Another New Year’s Resolution
For many Americans, losing weight and improving one’s health seems to be a prominent New Year’s Resolution. However, one’s financial health is quite important too. Much like improving one’s blood pressure or cholesterol, you should work to improve your credit score too. Although much like a diet, you won’t see improvements right away, and it will take a little time for your credit score to improve. But, you must do your best to get active and productive when it comes to becoming financially healthy.
To improve your credit score, the first step is to plan on receiving your credit report once every four months. The three major credit reporting agencies must by law give you a free copy of your credit report at least once a year but plan on doing quarterly updates to stay on track.

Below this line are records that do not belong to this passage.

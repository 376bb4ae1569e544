import { describe, expect, test } from "vitest";
import { choicesFor, openQuestion, standingOf, tabulatedFigures } from "@/lib/intake/delivery-plan";
import type { CauseCode } from "@/lib/intake/row-reason";
import { expectRel } from "@/tests/helpers/expect-rel";
import { stock, takeIn, verdicts } from "./intake-of";

describe("the European table (semicolon, decimal comma, y–z, units in the headings)", () => {
  const taken = takeIn(stock("stock-eu"));

  test("is read as it is, every row accepted", () => {
    expect(taken.fault).toBeNull();
    expect(taken.rows).toHaveLength(65);
    expect(new Set(verdicts(taken))).toEqual(new Set(["accepted"]));
    expect(taken.recognition?.questions).toEqual([]);
  });

  test("says what was recognised and why", () => {
    expect(taken.recognition?.evidence).toMatchObject({
      delimiter: expect.stringContaining("20 fields in 60"),
      marks: expect.stringContaining("8,1"),
      axes: "the file's y–y is our x–x, its z–z our y–y",
    });
    const column = taken.recognition?.columns.find((c) => c.heading === "Iy [cm⁴]");
    expect(column).toMatchObject({ field: "Ix", unit: "cm4", samples: ["171", "317,8"] });
    expect(column?.evidence).toContain("our x–x");
  });

  // IPE 300: EN 10365 prints A 53,81 cm² and Iy 8356 cm⁴, four digits each.
  test("keeps figures in mm units, computed with fillets", () => {
    const ipe = taken.rows.find((r) => r.inspection.designation === "IPE 300")?.inspection;
    expectRel(ipe?.properties?.Ix ?? null, 8356e4, { rel: 2e-4 });
    expect(tabulatedFigures(ipe ?? never(), null)).toMatchObject({ area: 5381, Ix: 8356e4 });
  });

  test("UPN rows carry 8 % slopes with tf at half the width, hollow rows the radii of their standard", () => {
    const of = (name: string) =>
      taken.rows.find((r) => r.inspection.designation === name)?.inspection.profile;
    expect(of("UPN 200")?.dimensions).toMatchObject({
      flangeSlope: 0.08,
      thicknessAt: 37.5,
      toeRadius: 5.75,
    });
    expect(of("RHS 200x100x8")?.dimensions).toMatchObject({ outerRadius: 20, innerRadius: 12 });
    expect(of("SHS 60x60x4")?.dimensions).toMatchObject({ outerRadius: 6, innerRadius: 4 });
    expect(of("L 100x65x8")?.dimensions).toMatchObject({ rootRadius: 10, toeRadius: 5 });
  });

  test("printed torsion and warping constants are kept and said not to be compared", () => {
    const ipe = taken.rows[0]?.inspection;
    expect(ipe?.uncompared.map((u) => u.key)).toEqual(["J", "Cw"]);
    expectRel(ipe?.uncompared[1]?.tabulated ?? null, 0.3514e9, { rel: 1e-12 });
    expect(ipe?.comparisons.some((c) => String(c.key) === "J")).toBe(false);
  });
});

describe("the US table (inches, points, k for design, design wall)", () => {
  const taken = takeIn(stock("stock-us"));

  test("no row is refused and every query is explained by a convention", () => {
    expect(taken.rows).toHaveLength(42);
    expect(verdicts(taken)).not.toContain("refused");
    const causes = new Set(taken.rows.flatMap((r) => r.inspection.reasons.map((x) => x.cause)));
    expect(causes).toEqual(new Set(["convention"]));
  });

  test("with the conventions named in the reading every row is accepted", () => {
    const named = takeIn(stock("stock-us"), {
      change: (r) => ({
        ...r,
        conventions: ["mass-by-nominal-wall", "toes-not-printed", "radii-not-printed"],
      }),
    });
    expect(new Set(verdicts(named))).toEqual(new Set(["accepted"]));
    const tube = named.rows.find((r) => r.inspection.designation === "HSS4X4X1/4")?.inspection;
    expect(tube?.comparisons.find((c) => c.key === "mass")).toMatchObject({
      within: true,
      convention: "mass-by-nominal-wall",
    });
  });

  // AISC prints k for design; k − tf reproduces the printed areas (W8X31: 0.829 − 0.435 in).
  test("the root radius of a W shape is k − tf", () => {
    const w = taken.rows.find((r) => r.inspection.designation === "W8X31")?.inspection.profile;
    expectRel(w?.family === "i-section" ? w.dimensions.rootRadius : null, (0.829 - 0.435) * 25.4, {
      rel: 1e-12,
    });
  });
});

describe("the table with twelve planted defects", () => {
  const taken = takeIn(stock("stock-eu-bad"));
  const EXPECTED: readonly (readonly [number, string, CauseCode, RegExp])[] = [
    [1, "queried", "digits-swapped", /1493.*1943/],
    [2, "queried", "unit", /mm⁴/],
    [3, "queried", "blank", /A is blank.*38,77/],
    [4, "queried", "duplicate", /Row 1/],
    [5, "refused", "not-a-number", /ca\. 78,1/],
    [6, "refused", "sign", /-7,1/],
    [7, "queried", "ambiguous", /11\.77 or 11770.*11770 agrees/],
    [8, "queried", "fields", /22 fields instead of 20.*Lager 2/],
    [9, "queried", "decimal-mark", /66\.3/],
    [10, "refused", "fields", /13 fields instead of 20/],
    [11, "refused", "designation", /begin with =/],
    [12, "refused", "quotes", /never closed/],
  ];

  test("has twelve rows and a byte-order mark that is no part of the first heading", () => {
    expect(taken.rows).toHaveLength(12);
    expect(taken.recognition?.columns[0]?.heading).toBe("Bezeichnung");
  });

  test.each(EXPECTED)("row %i is %s for %s", (number, verdict, cause, words) => {
    const { inspection } = taken.rows[number - 1] ?? never();
    expect(inspection.verdict).toBe(verdict);
    expect(inspection.reasons.map((r) => r.cause)).toEqual([cause]);
    expect(inspection.reasons[0]?.detail).toMatch(words);
  });
});

describe("the plan against the Rack", () => {
  const { inspection } = takeIn(stock("stock-eu")).rows[0] ?? never();
  const next = { bayId: "b", contentHash: "h1", tabulated: tabulatedFigures(inspection, null) };
  const held = {
    shapeId: "s",
    bayId: "b",
    bay: "Rolled beams",
    revision: "A",
    fromTable: true,
    contentHash: "h1",
    tabulated: next.tabulated,
    computed: {},
    inWork: false,
  };

  test("is new, unchanged, changed or held by a drawn shape", () => {
    expect(standingOf(next, null).against).toBe("new");
    expect(standingOf(next, held).against).toBe("unchanged");
    expect(standingOf({ ...next, contentHash: "h2" }, held)).toMatchObject({
      against: "changed",
      detail: expect.stringContaining("the dimensions"),
    });
    expect(standingOf(next, { ...held, tabulated: { ...held.tabulated, Ix: 1 } }).differences).toHaveLength(
      1,
    );
    expect(standingOf(next, { ...held, fromTable: false }).against).toBe("held");
  });

  test("an undecided query blocks; a refused row can only be mended or left out", () => {
    const bad = takeIn(stock("stock-eu-bad")).rows.map((r) => r.inspection);
    const [swapped, cut] = [bad[0] ?? never(), bad[9] ?? never()];
    expect(openQuestion(swapped, null)).toMatch(/1943/);
    expect(openQuestion(swapped, "computed")).toBeNull();
    expect(choicesFor(cut)).toEqual(["leave-out"]);
    expect(openQuestion(cut, "tabulated")).not.toBeNull();
    expect(tabulatedFigures(swapped, "computed").Ix).toBeUndefined();
    expect(tabulatedFigures(swapped, "tabulated").Ix).toBe(1493e4);
  });
});

function never(): never {
  throw new Error("the table has no such row");
}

Next, take a closer look at your credit report. If you find any errors or issues, dispute them. After disputing such errors, you might want to try to negotiate with companies to minimize any unpaid debts or hard feelings. For instance, you know that you were not able to pay your credit card bill for a few months because your spouse lost their job, but write a letter offering to pay the remaining balance on an account so the creditor will report the incident as “paid as agreed.” However, only pay the remaining balance if you have the creditor’s agreement in writing. You might also ask for a “goodwill adjustment” which asks your credit card company to look at how great you were as a customer before a hard-hitting financial situation arose.
These tips among others can help your credit score reach new heights and assist you in reaching a happier, healthier, financial goal during this new year.